The thermal de Broglie wavelength, \(\Lambda\), is a characteristic length scale that quantifies the quantum mechanical “spread” of a particle’s wavefunction at a given temperature. When the average distance between particles is much greater than \(\Lambda\), the system behaves classically, allowing particles to be treated as distinguishable. Conversely, if the interparticle spacing is on the order of \(\Lambda\) or smaller, quantum effects become significant, and the particles must be treated as indistinguishable.

Hence,

\[\sum_{n = 1}^{\infty} e^{-\alpha n^2} \approx \frac{V^{1/3}}{\Lambda}.\]

So the single-particle partition function becomes

\[q = \frac{V}{\Lambda^3}.\]

Partition Function for \(N\) Particles in a Cube#

For \(N\) identical, non-interacting, indistinguishable particles, the total partition function \(Q\) is

(16)#\[Q = \frac{q^N}{N!} = \frac{1}{N!}\left(\frac{V}{\Lambda^3}\right)^{\!N}.\]

The factor of \(N!\) corrects for the indistinguishability of the particles (i.e., permutations of identical particles do not lead to new states).

Ensemble Averages for \(N\) Particles in a Cube#

Natural Logarithm of the Partition Function#

Taking the logarithm of \(Q\):

\[\ln Q = N \ln \left(\frac{V}{\Lambda^3}\right) - \ln N!.\]

Often, the Stirling approximation (\(\ln N! \approx N \ln N - N\)) is used for large \(N\).

Internal Energy#

The internal energy \(U\) is found via:

(17)#\[U = -\left(\frac{\partial \ln Q}{\partial \beta}\right)_{N,V} = \frac{3}{2} \frac{N}{\beta} = \frac{3}{2} N k_{\text{B}} T.\]

Important

This result matches the equipartition theorem, implying each of the three translational degrees of freedom contributes \(\frac{1}{2} k_{\text{B}} T\) per particle. Note that \(U\) is independent of the volume \(V\) because the particles do not interact.

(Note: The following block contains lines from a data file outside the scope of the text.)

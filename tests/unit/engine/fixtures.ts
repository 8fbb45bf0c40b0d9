// Invented people and carriers for engine tests; none is real.
import type { HandoffEvent, ItemObservations, Party, YardMoveEvent, YardWalkEvent } from '@/lib/engine';

export const TZ = 'America/Chicago';

export const northwind: Party = {
  carrierId: 'c-nw',
  carrierName: 'Carrier Northwind',
  driverName: 'D. Example',
};
export const bluefield: Party = {
  carrierId: 'c-bf',
  carrierName: 'Carrier Bluefield',
  driverName: 'E. Sample',
};
export const corvid: Party = { carrierId: 'c-cv', carrierName: 'Carrier Corvid', driverName: 'F. Person' };

let seq = 0;
const nextId = (p: string) => `${p}-${++seq}`;

export function drop(
  at: string,
  party: Party,
  items: ItemObservations = {},
  extra: Partial<HandoffEvent> = {},
): HandoffEvent {
  return { type: 'drop', id: nextId('drop'), at: new Date(at), party, items, ...extra };
}

export function hook(
  at: string,
  party: Party,
  items: ItemObservations = {},
  extra: Partial<HandoffEvent> = {},
): HandoffEvent {
  return { type: 'hook', id: nextId('hook'), at: new Date(at), party, items, ...extra };
}

export function walk(
  at: string,
  items: ItemObservations = {},
  extra: Partial<YardWalkEvent> = {},
): YardWalkEvent {
  return { type: 'walk', id: nextId('walk'), at: new Date(at), jockeyName: 'G. Jockey', items, ...extra };
}

export function move(at: string): YardMoveEvent {
  return { type: 'move', id: nextId('move'), at: new Date(at), jockeyName: 'G. Jockey' };
}
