'use client';

import { useTranslations } from 'next-intl';
import { useState } from 'react';
import { useSWRConfig } from 'swr';
import { Button } from '@/app/_components/button';
import { Caution } from '@/app/_components/caution';
import { Field, FormError } from '@/app/_components/field';
import { useRefusalText } from '@/app/_components/use-refusal-text';
import { CameraButton } from '../../_components/camera-button';
import { BOARD_KEY } from '../../_components/use-board';
import { QueuedMoves } from './queued-moves';

type Result =
  | { ok: true; unitNumber: string; fromLabel: string | null; toLabel: string; isOutOfService: boolean }
  | { ok: 'queued'; unit: string; target: string }
  | { ok: false; message: string; fieldErrors?: Record<string, string[]> };

export function MoveForm({ units, freeSpots }: { units: string[]; freeSpots: string[] }) {
  const t = useTranslations('Yard');
  const c = useTranslations('Cautions');
  const say = useRefusalText();
  const { mutate } = useSWRConfig();
  const [result, setResult] = useState<Result | null>(null);
  const [pending, setPending] = useState(false);

  async function submit(e: React.FormEvent<HTMLFormElement>) {
    e.preventDefault();
    const form = e.currentTarget;
    // the schema and zod load with the first move, not with the page (the jockey pages' JS budget)
    const [{ z }, { moveSchema }, { addToOutbox }] = await Promise.all([
      import('zod'),
      import('@/lib/validation/yard'),
      import('@/app/_components/offline/outbox-client'),
    ]);
    const parsed = moveSchema.safeParse({
      ...Object.fromEntries(new FormData(form)),
      clientKey: crypto.randomUUID(),
      // the time of the move: a queued move is recorded at this time, not when it reaches the server
      madeAt: new Date().toISOString(),
    });
    if (!parsed.success) {
      const found = z.flattenError(parsed.error).fieldErrors as Record<string, string[]>;
      const fieldErrors = Object.fromEntries(
        Object.entries(found).map(([k, list]) => [k, list.map((m) => say(m))]),
      );
      setResult({ ok: false, message: t('move.notRecorded'), fieldErrors });
      return;
    }
    const body = parsed.data;
    // without signal the move waits in the phone's outbox under its key and is sent once later
    const queue = async () => {
      await addToOutbox({
        key: body.clientKey!,
        kind: 'move',
        group: 'yard-moves',
        url: '/api/yard/moves',
        body,
        meta: { unit: body.unit, target: body.target },
      });
      setResult({ ok: 'queued', unit: body.unit, target: body.target });
      form.reset();
    };
    if (!navigator.onLine) return queue();
    setPending(true);
    try {
      const res = await fetch('/api/yard/moves', {
        method: 'POST',
        headers: { 'Content-Type': 'application/json' },
        body: JSON.stringify(body),
      });
      // reached, but the server could not answer: the outbox retries under the same key
      if (res.status >= 500) return await queue();
      const answer = await res.json();
      if (res.ok) {
        setResult({ ok: true, ...answer });
        form.reset();
        await mutate(BOARD_KEY);
      } else {
        setResult({
          ok: false,
          message: answer.message
            ? say(answer.message, answer.messageKey, answer.messageValues)
            : t('move.notRecorded'),
          fieldErrors: answer.fieldErrors
            ? Object.fromEntries(
                Object.entries(answer.fieldErrors as Record<string, string[]>).map(([k, list]) => [
                  k,
                  list.map((m) => say(m)),
                ]),
              )
            : undefined,
        });
      }
    } catch {
      await queue();
    } finally {
      setPending(false);
    }
  }

  function fill(text: string, name: 'unit' | 'target') {
    const input = document.querySelector<HTMLInputElement>(`form[data-move] input[name="${name}"]`);
    if (input) input.value = text.trim();
  }

  const errors = result && !result.ok ? (result.fieldErrors ?? {}) : {};
  return (
    <form data-move onSubmit={submit} noValidate className="space-y-2 rounded-xl bg-paper p-4 shadow">
      <Field
        label={t('move.unit')}
        name="unit"
        list="yard-units"
        autoCapitalize="characters"
        autoComplete="off"
        required
        hint={t('move.unitHint')}
        error={errors.unit}
      />
      <CameraButton label={t('move.scanUnit')} onText={(text) => fill(text, 'unit')} />
      <datalist id="yard-units">
        {units.map((u) => (
          <option key={u} value={u} />
        ))}
      </datalist>
      <Field
        label={t('move.target')}
        name="target"
        list="free-spots"
        autoCapitalize="characters"
        autoComplete="off"
        required
        error={errors.target}
      />
      <CameraButton label={t('move.scanTarget')} onText={(text) => fill(text, 'target')} />
      <datalist id="free-spots">
        {freeSpots.map((s) => (
          <option key={s} value={s} />
        ))}
      </datalist>
      <Button type="submit" disabled={pending}>
        {pending ? t('move.pending') : t('move.submit')}
      </Button>
      {/* the move's time is no input of its own: its refusal shows with the form's */}
      <FormError
        message={errors.madeAt?.[0] ?? (result && !result.ok && !result.fieldErrors ? result.message : null)}
      />
      <div aria-live="polite">
        {result?.ok === 'queued' ? (
          <p
            role="status"
            className="rounded-lg border-2 border-warn bg-warn-bg p-3 text-gate font-bold text-warn"
          >
            {t('move.queued', { unit: result.unit, to: result.target })}
          </p>
        ) : result?.ok ? (
          <div className="space-y-2">
            <p
              role="status"
              className="rounded-lg border-2 border-ok bg-ok-bg p-3 text-gate font-bold text-ok"
            >
              {result.fromLabel
                ? t('move.movedFrom', { unit: result.unitNumber, from: result.fromLabel, to: result.toLabel })
                : t('move.moved', { unit: result.unitNumber, to: result.toLabel })}
            </p>
            {result.isOutOfService ? (
              <Caution title={c('titles.outOfService')}>
                {t('move.oosHold', { unit: result.unitNumber })} {c('outOfService')} {t('move.noPublicRoad')}
              </Caution>
            ) : null}
          </div>
        ) : null}
      </div>
      <QueuedMoves />
    </form>
  );
}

Heat Capacity at Constant Volume#

From \(U = \frac{3}{2} N k_{\text{B}} T\), it follows that:

(18)#\[C_V = \left(\frac{\partial U}{\partial T}\right)_{N,V} = \frac{3}{2} N k_{\text{B}}.\]

Important

This temperature-independent \(C_V\) is a hallmark of an ideal (monatomic) gas.

Pressure#

To find the pressure, we use:

(19)#\[P = k_{\text{B}} T \left(\frac{\partial \ln Q}{\partial V}\right)_{N,T} = \frac{N k_{\text{B}} T}{V},\]

recovering the ideal gas law.

Translational Partition Function#

Because the energy levels of a particle in a box primarily account for translational motion, the partition function

(20)#\[q_{\text{trans}} = \frac{V}{\Lambda^3}\]

is called the translational partition function. It underpins much of our classical description of gases when \(\Lambda \ll\) (typical particle spacing), ensuring that quantum effects are negligible at normal densities and temperatures.